PROBLEM
Filter the records down to the lines that hold the word "body", and copy each of those lines.

RAW DATA

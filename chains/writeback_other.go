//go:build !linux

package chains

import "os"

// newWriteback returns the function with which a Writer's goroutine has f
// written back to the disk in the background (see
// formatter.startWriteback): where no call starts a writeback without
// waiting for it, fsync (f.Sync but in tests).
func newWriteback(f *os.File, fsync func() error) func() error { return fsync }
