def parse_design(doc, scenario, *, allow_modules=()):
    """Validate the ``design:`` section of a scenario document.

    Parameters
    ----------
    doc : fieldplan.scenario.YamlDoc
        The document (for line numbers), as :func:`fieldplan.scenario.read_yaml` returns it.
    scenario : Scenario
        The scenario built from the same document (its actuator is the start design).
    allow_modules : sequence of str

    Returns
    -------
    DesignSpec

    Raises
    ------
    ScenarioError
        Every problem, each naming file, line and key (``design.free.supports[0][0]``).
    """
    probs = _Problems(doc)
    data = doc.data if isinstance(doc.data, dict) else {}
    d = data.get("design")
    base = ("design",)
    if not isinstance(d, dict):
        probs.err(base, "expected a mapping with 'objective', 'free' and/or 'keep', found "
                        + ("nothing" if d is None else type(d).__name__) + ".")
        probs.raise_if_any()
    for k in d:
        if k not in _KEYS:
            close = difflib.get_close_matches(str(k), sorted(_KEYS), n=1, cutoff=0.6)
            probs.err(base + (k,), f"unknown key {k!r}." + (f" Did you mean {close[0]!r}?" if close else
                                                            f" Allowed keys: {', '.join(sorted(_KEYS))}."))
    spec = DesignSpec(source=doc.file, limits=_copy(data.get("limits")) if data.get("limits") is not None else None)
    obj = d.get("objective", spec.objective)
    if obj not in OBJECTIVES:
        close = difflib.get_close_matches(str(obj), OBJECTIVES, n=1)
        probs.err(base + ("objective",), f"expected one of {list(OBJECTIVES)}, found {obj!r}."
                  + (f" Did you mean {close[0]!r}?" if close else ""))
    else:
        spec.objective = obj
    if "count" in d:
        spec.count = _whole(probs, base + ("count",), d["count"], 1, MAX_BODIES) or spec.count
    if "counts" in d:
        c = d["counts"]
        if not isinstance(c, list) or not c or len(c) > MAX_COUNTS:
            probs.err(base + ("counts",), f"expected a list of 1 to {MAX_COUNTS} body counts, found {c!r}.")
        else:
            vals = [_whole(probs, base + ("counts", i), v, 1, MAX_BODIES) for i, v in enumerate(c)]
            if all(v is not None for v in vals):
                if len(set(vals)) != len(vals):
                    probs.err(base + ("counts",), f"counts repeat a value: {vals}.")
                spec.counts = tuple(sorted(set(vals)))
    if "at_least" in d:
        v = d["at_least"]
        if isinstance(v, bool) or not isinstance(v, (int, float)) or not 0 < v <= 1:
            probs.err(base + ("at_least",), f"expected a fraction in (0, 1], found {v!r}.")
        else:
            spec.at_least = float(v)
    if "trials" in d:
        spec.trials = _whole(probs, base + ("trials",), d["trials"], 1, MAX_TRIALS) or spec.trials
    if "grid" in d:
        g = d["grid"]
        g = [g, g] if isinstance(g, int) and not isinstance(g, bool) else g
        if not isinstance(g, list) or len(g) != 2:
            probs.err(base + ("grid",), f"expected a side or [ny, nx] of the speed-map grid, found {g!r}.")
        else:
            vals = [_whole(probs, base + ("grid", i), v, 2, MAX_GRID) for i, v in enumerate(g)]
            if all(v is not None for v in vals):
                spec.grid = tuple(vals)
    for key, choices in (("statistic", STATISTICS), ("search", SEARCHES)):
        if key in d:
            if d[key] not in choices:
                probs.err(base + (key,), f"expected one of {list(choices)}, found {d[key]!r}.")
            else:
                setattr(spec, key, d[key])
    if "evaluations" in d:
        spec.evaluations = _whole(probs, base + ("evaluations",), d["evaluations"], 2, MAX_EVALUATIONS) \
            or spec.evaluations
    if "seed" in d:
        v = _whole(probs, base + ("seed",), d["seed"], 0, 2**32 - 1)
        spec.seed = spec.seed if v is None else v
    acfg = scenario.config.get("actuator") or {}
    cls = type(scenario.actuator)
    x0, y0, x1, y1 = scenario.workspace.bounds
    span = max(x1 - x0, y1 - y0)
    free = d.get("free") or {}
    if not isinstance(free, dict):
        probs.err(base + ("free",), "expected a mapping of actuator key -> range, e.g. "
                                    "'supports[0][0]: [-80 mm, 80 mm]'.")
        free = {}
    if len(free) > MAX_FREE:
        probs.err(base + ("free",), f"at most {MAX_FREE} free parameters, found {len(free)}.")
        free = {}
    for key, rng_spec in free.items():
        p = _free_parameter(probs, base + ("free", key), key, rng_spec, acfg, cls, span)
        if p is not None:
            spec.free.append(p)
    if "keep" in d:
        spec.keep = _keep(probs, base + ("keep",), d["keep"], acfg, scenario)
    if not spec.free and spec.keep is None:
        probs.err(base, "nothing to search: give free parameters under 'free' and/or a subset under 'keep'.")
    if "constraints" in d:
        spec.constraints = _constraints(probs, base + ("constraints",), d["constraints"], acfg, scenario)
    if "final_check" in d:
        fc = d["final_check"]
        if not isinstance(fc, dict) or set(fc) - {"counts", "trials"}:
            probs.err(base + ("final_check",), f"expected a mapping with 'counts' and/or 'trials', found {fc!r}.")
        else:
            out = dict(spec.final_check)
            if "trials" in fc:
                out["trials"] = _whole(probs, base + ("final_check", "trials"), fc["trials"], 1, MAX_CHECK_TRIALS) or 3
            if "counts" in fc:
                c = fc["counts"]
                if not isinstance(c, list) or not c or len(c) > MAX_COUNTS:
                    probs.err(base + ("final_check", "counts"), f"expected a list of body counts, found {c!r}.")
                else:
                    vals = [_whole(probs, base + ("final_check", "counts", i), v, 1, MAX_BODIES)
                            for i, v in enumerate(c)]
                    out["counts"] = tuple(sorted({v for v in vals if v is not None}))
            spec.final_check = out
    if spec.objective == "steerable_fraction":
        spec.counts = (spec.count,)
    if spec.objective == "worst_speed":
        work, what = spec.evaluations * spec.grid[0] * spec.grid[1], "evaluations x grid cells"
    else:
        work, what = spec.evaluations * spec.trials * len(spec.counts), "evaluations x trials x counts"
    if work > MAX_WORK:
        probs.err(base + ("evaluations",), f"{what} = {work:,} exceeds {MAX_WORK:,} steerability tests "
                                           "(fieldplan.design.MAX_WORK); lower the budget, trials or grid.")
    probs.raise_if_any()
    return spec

EXPECTED ANSWER
            probs.err(base + ("counts",), f"expected a list of 1 to {MAX_COUNTS} body counts, found {c!r}.")
                    probs.err(base + ("final_check", "counts"), f"expected a list of body counts, found {c!r}.")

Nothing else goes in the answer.